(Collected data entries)
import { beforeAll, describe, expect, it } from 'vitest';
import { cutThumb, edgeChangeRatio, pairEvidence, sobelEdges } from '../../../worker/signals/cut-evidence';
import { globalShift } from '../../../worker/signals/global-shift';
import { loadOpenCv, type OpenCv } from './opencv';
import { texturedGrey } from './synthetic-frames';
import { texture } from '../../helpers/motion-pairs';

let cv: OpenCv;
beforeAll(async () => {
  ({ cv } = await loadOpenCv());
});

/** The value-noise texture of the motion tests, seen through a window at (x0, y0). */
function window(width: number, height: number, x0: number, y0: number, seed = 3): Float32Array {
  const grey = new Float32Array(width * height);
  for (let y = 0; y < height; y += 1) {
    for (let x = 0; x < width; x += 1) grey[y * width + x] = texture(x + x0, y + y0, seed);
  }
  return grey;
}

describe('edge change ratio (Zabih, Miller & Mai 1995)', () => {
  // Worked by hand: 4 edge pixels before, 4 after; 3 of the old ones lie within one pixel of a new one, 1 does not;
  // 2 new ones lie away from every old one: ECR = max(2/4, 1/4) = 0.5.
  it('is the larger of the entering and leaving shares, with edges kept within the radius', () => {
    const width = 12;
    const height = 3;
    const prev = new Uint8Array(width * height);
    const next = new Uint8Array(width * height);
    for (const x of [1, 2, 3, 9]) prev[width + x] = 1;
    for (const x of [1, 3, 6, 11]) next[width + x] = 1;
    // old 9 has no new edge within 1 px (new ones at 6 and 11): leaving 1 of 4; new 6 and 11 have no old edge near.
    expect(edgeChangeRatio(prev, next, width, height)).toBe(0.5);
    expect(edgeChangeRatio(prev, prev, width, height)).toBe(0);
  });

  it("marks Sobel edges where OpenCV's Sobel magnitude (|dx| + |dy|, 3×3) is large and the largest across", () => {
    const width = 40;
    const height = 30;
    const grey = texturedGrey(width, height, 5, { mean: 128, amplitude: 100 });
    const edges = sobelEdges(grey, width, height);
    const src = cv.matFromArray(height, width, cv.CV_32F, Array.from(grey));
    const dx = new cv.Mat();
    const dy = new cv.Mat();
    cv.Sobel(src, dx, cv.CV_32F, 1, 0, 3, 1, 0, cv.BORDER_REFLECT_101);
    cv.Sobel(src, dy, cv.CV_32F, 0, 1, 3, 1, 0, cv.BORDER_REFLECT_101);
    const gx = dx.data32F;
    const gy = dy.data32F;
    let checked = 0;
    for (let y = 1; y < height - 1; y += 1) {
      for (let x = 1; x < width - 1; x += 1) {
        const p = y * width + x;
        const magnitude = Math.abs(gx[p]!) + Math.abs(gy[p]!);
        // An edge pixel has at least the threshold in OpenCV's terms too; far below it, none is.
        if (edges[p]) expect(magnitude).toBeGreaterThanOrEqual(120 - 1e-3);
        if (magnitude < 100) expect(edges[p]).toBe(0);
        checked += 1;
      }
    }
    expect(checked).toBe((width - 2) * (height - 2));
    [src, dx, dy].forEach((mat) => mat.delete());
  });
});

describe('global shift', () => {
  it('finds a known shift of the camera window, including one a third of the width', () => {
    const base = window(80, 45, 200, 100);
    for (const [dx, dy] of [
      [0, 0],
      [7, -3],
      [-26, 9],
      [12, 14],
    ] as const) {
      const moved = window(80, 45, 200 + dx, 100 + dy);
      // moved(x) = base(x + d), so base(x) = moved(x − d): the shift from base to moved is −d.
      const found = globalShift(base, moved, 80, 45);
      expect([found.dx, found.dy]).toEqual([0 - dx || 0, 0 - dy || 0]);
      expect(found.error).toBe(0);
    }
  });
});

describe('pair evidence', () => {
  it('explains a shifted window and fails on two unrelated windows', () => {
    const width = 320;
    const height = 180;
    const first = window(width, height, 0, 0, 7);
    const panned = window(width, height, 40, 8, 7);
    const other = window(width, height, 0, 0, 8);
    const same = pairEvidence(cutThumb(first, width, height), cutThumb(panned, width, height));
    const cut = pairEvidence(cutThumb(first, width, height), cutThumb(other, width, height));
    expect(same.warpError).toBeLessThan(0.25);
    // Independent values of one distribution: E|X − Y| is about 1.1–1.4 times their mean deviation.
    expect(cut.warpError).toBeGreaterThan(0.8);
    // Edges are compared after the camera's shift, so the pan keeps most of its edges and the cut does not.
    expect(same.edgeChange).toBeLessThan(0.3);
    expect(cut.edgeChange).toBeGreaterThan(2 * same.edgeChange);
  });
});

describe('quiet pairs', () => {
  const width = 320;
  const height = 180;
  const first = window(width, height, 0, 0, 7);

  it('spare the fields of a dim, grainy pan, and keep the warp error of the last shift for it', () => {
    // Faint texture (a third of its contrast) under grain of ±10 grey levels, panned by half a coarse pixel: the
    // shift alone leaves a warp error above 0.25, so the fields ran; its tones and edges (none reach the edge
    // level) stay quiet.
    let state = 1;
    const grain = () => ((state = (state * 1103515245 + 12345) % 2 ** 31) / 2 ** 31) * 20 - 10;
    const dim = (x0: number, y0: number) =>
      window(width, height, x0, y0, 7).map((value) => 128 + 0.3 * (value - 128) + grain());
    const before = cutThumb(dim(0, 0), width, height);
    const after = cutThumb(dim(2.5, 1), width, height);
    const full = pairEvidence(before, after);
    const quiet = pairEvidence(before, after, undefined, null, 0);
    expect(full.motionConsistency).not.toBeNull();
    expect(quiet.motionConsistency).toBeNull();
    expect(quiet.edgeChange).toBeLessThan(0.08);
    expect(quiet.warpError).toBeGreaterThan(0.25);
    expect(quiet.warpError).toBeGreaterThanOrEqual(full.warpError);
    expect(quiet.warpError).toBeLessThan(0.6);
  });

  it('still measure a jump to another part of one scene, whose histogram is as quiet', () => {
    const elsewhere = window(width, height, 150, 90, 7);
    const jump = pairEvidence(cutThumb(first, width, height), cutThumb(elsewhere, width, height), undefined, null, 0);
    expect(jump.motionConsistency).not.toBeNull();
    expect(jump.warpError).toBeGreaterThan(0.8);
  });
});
--
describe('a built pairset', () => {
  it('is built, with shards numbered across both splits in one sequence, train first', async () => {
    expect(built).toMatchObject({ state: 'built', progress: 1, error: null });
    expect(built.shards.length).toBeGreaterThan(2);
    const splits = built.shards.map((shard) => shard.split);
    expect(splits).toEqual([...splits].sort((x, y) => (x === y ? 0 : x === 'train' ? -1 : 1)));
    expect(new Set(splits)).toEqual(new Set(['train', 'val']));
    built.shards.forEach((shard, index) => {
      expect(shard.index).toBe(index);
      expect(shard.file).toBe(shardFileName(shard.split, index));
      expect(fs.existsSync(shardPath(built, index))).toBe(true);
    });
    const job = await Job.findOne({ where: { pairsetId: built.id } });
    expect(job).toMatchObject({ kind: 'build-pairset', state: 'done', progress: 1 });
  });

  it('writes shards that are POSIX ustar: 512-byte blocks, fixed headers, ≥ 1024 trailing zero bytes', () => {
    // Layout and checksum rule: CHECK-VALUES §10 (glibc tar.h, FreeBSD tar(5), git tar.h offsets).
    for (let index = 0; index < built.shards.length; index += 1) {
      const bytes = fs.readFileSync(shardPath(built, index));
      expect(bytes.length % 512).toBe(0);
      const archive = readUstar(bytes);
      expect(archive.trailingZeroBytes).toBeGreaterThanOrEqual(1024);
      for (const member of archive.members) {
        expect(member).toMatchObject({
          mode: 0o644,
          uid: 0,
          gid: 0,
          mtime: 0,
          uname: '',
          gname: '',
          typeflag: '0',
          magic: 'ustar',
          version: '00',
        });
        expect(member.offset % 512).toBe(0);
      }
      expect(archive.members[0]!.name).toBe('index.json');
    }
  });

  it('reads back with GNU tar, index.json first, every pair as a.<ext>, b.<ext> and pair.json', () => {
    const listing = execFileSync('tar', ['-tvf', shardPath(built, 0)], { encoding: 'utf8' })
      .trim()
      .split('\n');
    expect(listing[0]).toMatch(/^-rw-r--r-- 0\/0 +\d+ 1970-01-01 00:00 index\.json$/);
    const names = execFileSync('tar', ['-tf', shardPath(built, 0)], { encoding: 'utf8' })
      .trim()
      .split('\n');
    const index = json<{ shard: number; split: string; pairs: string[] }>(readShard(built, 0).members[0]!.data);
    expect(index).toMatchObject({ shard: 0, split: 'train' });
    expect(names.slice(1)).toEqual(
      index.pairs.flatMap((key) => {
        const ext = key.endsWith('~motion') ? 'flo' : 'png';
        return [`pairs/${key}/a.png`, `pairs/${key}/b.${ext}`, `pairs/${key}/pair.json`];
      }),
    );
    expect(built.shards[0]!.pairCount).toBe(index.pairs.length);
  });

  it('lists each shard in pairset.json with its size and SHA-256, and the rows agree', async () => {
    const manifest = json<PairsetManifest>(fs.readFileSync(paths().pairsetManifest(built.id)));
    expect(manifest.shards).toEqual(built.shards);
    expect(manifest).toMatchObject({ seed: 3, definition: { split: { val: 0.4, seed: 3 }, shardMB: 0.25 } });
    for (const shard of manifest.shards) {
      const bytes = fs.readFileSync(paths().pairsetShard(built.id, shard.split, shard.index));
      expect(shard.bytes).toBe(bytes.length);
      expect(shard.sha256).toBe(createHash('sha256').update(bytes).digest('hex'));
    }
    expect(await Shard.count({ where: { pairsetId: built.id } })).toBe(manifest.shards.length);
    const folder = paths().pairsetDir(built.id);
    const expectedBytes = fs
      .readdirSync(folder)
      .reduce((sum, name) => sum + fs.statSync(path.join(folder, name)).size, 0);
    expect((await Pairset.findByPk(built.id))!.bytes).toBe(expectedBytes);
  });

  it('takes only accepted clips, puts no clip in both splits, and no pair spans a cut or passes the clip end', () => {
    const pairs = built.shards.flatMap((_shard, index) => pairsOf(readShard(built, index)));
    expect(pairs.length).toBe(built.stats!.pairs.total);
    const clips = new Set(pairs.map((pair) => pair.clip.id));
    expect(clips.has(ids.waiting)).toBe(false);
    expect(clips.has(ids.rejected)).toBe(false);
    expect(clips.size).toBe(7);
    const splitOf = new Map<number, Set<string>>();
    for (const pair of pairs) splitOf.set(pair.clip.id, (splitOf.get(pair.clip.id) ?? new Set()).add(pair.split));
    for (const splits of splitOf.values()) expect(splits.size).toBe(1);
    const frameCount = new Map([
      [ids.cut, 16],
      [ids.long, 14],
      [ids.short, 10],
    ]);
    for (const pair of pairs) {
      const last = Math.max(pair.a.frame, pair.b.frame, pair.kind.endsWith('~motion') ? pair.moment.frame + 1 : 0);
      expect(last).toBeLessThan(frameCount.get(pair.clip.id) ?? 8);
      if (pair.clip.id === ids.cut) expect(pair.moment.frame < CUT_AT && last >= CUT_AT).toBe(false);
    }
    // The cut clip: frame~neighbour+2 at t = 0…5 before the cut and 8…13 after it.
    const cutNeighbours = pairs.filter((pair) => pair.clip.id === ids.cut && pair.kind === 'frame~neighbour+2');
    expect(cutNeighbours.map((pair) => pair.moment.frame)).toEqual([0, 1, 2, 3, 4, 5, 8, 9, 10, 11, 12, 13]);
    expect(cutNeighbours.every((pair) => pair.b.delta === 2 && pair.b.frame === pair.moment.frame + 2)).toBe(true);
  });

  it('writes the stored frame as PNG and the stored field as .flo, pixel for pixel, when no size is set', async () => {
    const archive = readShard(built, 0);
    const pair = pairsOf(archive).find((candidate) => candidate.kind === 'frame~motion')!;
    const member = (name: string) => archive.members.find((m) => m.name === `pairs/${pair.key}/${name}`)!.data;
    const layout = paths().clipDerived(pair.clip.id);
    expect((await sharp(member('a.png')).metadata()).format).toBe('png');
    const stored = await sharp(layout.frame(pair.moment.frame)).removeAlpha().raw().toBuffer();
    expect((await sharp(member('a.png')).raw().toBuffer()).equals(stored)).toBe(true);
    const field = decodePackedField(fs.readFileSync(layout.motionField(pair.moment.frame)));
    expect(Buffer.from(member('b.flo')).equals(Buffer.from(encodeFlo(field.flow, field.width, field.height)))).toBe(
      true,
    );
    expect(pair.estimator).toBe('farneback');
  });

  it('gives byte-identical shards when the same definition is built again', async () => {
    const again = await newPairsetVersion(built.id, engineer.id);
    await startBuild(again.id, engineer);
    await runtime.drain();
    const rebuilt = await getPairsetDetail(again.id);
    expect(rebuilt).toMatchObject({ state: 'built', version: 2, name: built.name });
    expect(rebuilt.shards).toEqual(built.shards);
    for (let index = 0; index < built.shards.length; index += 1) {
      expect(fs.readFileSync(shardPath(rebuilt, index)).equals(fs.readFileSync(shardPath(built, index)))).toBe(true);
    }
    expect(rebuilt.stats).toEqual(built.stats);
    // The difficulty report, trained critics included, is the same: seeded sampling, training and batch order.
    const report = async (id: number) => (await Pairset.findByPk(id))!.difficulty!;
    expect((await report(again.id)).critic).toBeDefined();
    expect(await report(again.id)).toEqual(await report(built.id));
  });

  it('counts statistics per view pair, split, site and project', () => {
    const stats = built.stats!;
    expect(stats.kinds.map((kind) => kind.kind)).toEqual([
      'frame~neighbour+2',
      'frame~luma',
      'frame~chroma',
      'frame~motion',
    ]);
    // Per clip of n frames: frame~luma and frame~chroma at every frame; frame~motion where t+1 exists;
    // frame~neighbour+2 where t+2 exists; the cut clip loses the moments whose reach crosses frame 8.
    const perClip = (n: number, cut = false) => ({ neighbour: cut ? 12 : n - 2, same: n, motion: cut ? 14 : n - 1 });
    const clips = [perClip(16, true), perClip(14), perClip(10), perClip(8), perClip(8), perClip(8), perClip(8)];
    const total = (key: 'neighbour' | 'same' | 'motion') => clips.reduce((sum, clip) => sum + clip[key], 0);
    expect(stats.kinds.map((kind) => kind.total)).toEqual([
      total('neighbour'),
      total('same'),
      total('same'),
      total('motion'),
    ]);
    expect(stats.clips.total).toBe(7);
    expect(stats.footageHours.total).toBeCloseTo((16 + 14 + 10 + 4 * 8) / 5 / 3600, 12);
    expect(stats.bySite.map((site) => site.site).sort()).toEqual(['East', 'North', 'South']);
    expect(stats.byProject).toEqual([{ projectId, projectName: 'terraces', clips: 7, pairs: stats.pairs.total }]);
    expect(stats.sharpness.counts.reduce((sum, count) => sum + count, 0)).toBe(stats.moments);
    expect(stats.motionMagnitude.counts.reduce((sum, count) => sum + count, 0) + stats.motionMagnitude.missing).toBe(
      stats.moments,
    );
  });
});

▶ _TASK DESCRIPTION_:
Take the line above containing "describe, expect, it", the line containing "128, amplitude: 100", and all lines in between, and copy them exactly without anything else.

▶ _EXERCISE OUTPUT_:
import { beforeAll, describe, expect, it } from 'vitest';
import { cutThumb, edgeChangeRatio, pairEvidence, sobelEdges } from '../../../worker/signals/cut-evidence';
import { globalShift } from '../../../worker/signals/global-shift';
import { loadOpenCv, type OpenCv } from './opencv';
import { texturedGrey } from './synthetic-frames';
import { texture } from '../../helpers/motion-pairs';

let cv: OpenCv;
beforeAll(async () => {
  ({ cv } = await loadOpenCv());
});

/** The value-noise texture of the motion tests, seen through a window at (x0, y0). */
function window(width: number, height: number, x0: number, y0: number, seed = 3): Float32Array {
  const grey = new Float32Array(width * height);
  for (let y = 0; y < height; y += 1) {
    for (let x = 0; x < width; x += 1) grey[y * width + x] = texture(x + x0, y + y0, seed);
  }
  return grey;
}

describe('edge change ratio (Zabih, Miller & Mai 1995)', () => {
  // Worked by hand: 4 edge pixels before, 4 after; 3 of the old ones lie within one pixel of a new one, 1 does not;
  // 2 new ones lie away from every old one: ECR = max(2/4, 1/4) = 0.5.
  it('is the larger of the entering and leaving shares, with edges kept within the radius', () => {
    const width = 12;
    const height = 3;
    const prev = new Uint8Array(width * height);
    const next = new Uint8Array(width * height);
    for (const x of [1, 2, 3, 9]) prev[width + x] = 1;
    for (const x of [1, 3, 6, 11]) next[width + x] = 1;
    // old 9 has no new edge within 1 px (new ones at 6 and 11): leaving 1 of 4; new 6 and 11 have no old edge near.
    expect(edgeChangeRatio(prev, next, width, height)).toBe(0.5);
    expect(edgeChangeRatio(prev, prev, width, height)).toBe(0);
  });

  it("marks Sobel edges where OpenCV's Sobel magnitude (|dx| + |dy|, 3×3) is large and the largest across", () => {
    const width = 40;
    const height = 30;
    const grey = texturedGrey(width, height, 5, { mean: 128, amplitude: 100 });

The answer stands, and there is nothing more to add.